#### [PROBLEM DESCRIPTION]
Where the records below reach the line containing "filename common/planning/construct/to-plan.ts", start transcribing, and end with the line containing "const placements: Placement[] = [];", exactly and with nothing else added.

[Stored items]
· · · · ·

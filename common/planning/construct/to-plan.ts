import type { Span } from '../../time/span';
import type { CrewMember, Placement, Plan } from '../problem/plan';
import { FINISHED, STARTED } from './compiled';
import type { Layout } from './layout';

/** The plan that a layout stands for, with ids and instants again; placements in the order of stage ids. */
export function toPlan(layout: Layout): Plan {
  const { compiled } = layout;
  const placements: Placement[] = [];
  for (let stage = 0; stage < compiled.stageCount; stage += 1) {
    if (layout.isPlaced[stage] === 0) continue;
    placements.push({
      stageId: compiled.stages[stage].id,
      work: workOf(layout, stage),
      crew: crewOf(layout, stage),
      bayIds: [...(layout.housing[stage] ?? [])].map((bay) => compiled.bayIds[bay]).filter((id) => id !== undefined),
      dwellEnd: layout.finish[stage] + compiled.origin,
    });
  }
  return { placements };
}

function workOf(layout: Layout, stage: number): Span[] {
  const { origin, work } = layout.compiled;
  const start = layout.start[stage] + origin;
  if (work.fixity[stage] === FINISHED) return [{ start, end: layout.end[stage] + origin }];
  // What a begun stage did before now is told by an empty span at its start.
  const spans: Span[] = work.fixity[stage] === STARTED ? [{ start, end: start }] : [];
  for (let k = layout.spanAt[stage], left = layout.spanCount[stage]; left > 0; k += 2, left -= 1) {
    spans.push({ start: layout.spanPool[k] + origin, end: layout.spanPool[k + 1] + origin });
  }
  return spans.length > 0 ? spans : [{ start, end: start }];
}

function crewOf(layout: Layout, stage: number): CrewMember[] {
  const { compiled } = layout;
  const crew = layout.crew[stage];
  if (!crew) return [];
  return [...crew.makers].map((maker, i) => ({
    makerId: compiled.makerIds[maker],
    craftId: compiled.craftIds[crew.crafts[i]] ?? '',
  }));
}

· · · · ·

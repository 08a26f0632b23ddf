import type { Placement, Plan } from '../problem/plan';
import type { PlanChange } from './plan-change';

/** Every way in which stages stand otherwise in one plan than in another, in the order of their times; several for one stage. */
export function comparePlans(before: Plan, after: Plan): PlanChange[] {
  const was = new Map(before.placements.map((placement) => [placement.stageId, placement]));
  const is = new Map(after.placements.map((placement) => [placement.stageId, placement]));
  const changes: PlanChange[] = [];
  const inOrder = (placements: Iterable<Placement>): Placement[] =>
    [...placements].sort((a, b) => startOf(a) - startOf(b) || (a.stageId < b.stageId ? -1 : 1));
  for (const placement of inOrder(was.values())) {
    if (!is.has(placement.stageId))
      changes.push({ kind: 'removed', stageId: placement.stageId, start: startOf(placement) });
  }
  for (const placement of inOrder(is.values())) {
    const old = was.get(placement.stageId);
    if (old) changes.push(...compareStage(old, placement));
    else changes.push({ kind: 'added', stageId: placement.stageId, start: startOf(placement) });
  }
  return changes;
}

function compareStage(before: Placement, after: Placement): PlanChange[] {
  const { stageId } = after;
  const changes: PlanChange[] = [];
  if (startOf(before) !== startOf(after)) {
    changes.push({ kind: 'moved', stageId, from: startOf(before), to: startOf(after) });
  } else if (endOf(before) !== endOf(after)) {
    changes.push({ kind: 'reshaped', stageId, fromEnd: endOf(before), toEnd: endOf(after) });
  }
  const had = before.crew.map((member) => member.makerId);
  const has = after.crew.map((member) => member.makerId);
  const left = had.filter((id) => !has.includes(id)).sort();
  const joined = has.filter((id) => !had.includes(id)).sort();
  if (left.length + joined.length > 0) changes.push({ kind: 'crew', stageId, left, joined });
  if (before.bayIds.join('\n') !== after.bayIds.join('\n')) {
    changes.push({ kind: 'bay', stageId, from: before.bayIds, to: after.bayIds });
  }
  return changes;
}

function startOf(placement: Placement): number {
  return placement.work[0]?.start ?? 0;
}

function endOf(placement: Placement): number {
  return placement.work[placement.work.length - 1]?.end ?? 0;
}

· · · · ·

#### [RESULT OF THE EXERCISE]
filename common/planning/construct/to-plan.ts
import type { Span } from '../../time/span';
import type { CrewMember, Placement, Plan } from '../problem/plan';
import { FINISHED, STARTED } from './compiled';
import type { Layout } from './layout';

/** The plan that a layout stands for, with ids and instants again; placements in the order of stage ids. */
export function toPlan(layout: Layout): Plan {
  const { compiled } = layout;
  const placements: Placement[] = [];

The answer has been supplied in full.